The next question is, what is it that you are measuring, so that an analysis of the system might explain the apparently hybrid nature of the relationship. It makes me think of a weak force and a strong force.

 

[Brock369]

I found that it is modeled reasonably as a straight line (something like 0.11x + 0.22, but moved up a little further so that all residues are positive) plus a power, not x^-1 but around 0.26x^-0.44. (There are several things to play with to improve the fit.) Your version of the graph looks almost like a circle near zero.

The next question is, what is it that you are measuring, so that an analysis of the system might explain the apparently hybrid nature of the relationship. It makes me think of a weak force and a strong force.

The graphing and table is simply showing coil capacitance, with consideration of length to height ratio (x), matching to a specific value. The table says it all... I just need to find the function between the length/diameter column, to the H value column.

 

[topsquark]

Perhaps this link will help. It even has the exact same data set that you listed. Creepy, huh? ?

It would help in the future if you told us all of the information in the problem. Please do so next time.
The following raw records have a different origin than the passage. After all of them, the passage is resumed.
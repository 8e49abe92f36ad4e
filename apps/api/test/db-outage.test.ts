import { afterAll, beforeAll, describe, expect, it } from 'vitest';
import request from 'supertest';
import type { DataSource } from 'typeorm';
import type { Express } from 'express';
import { createApp } from '../src/app';
import { createDataSource } from '../src/db/data-source';
import { createTestContext, type TestContext } from './support/test-app';
import { testPassword } from './support/seed-people';
import { TcpProxy } from './support/tcp-proxy';

/**
 * The database going away and coming back: requests get 503 db_unavailable with a clear message
 * (never a crash), health says degraded, and the same app recovers by itself once it returns.
 */
let ctx: TestContext;
let proxy: TcpProxy;
let proxied: DataSource;
let app: Express;

beforeAll(async () => {
  ctx = await createTestContext();
  proxy = new TcpProxy(ctx.config.db.host, ctx.config.db.port);
  await proxy.start();
  proxied = createDataSource({ ...ctx.config.db, host: '127.0.0.1', port: proxy.port });
  app = createApp({ dataSource: proxied, config: ctx.config });
});
afterAll(async () => {
  await proxy?.stop();
  if (proxied?.isInitialized) await proxied.destroy();
  await ctx?.close();
});

describe('database outage', () => {
  it('when the data source is not connected yet, then health is degraded (503) and API calls answer 503 db_unavailable', async () => {
    const health = await request(app).get('/api/health');
    expect(health.status).toBe(503);
    expect(health.body).toEqual({ status: 'degraded', db: 'down' });
    const me = await request(app).get('/api/me');
    expect(me.status).toBe(503);
    expect(me.body.error.code).toBe('db_unavailable');
    expect(me.body.error.message).toMatch(/database/i);
  });

  it('when the database goes away after sign-in and comes back, then 503 meanwhile and the same session works afterwards', async () => {
    await proxied.initialize();
    const agent = request.agent(app);
    const signIn = await agent.post('/api/auth/sign-in').set('Origin', ctx.origin).send({ email: 'planner@millrace.test', password: testPassword });
    expect(signIn.status).toBe(200);
    expect((await agent.get('/api/me')).status).toBe(200);

    await proxy.stop();
    const health = await request(app).get('/api/health');
    expect(health.status).toBe(503);
    expect(health.body).toEqual({ status: 'degraded', db: 'down' });
    const me = await agent.get('/api/me');
    expect(me.status).toBe(503);
    expect(me.body.error.code).toBe('db_unavailable');
    expect(me.headers['retry-after']).toBeDefined();
    const people = await agent.get('/api/people');
    expect(people.status).toBe(503);
    const signInDown = await request(app)
      .post('/api/auth/sign-in')
      .set('Origin', ctx.origin)
      .send({ email: 'planner@millrace.test', password: testPassword });
    expect(signInDown.status).toBe(503);

    await proxy.start(); // same port
    const healthBack = await request(app).get('/api/health');
    expect(healthBack.status).toBe(200);
    expect(healthBack.body).toEqual({ status: 'ok', db: 'up' });
    const meBack = await agent.get('/api/me');
    expect(meBack.status).toBe(200);
    expect(meBack.body.email).toBe('planner@millrace.test');
  });
});

describe('start-up before the database', () => {
  it('when the database is not up at start, then the server keeps retrying and connects once it is', async () => {
    const { connectWithRetry } = await import('../src/db/connect-with-retry');
    const late = new TcpProxy(ctx.config.db.host, ctx.config.db.port);
    await late.start();
    const port = late.port;
    await late.stop(); // nothing listens on `port` now
    const ds = createDataSource({ ...ctx.config.db, host: '127.0.0.1', port });
    const lines: string[] = [];
    const connecting = connectWithRetry(ds, { delaysMs: [50, 100], log: (l) => lines.push(l) });
    await new Promise((r) => setTimeout(r, 400));
    expect(ds.isInitialized).toBe(false);
    expect(lines.length).toBeGreaterThanOrEqual(2);
    expect(lines[0]).toMatch(/retrying in 50 ms/);
    await late.start(); // the database "comes up" on the same port
    expect(await connecting).toBe('connected');
    expect(await ds.query('SELECT COUNT(*) AS n FROM person')).toEqual([{ n: expect.anything() }]);
    await ds.destroy();
    await late.stop();
  });
});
What I'm seeing here is that there is a linear relationship to the capacitance (as per the web page) that is linear. What I don't understand is why there is a "tail" from the first few data points. Probably the linear relationship is breaking down in this region so the approximation \(\displaystyle C_s = HD\) due to a ptich that is too large.

-Dan

 

[Dr.Peterson]

I wouldn't say "the table says it all"; that's not how science works. Data alone can't tell you the formula behind it; typically, we need a model to explain the data and suggest an appropriate form even for an empirically determined formula (and the data then confirms or corrects the model). I imagine there are competing effects here that account for the different behavior for large and small inputs.

It looks like you're getting your data from a source similar to this: https://www.teslascientific.com/products/coil-capacitance-calculator/

I took some hints from that page, and found this paper that includes (page 18) "Medhurst's formula",

CL / D = 0.1126 (ℓ/D) + 0.08 + 0.27 √(D/ℓ ) [ pF / cm ],​

which produces data very close to your table when I add it to my spreadsheet. This, or some variation on it, may well be the source of your H. I haven't tried to read through the paper, but it may show you both how the model was arrived at, and why it is not quite right. (Nothing ever is.)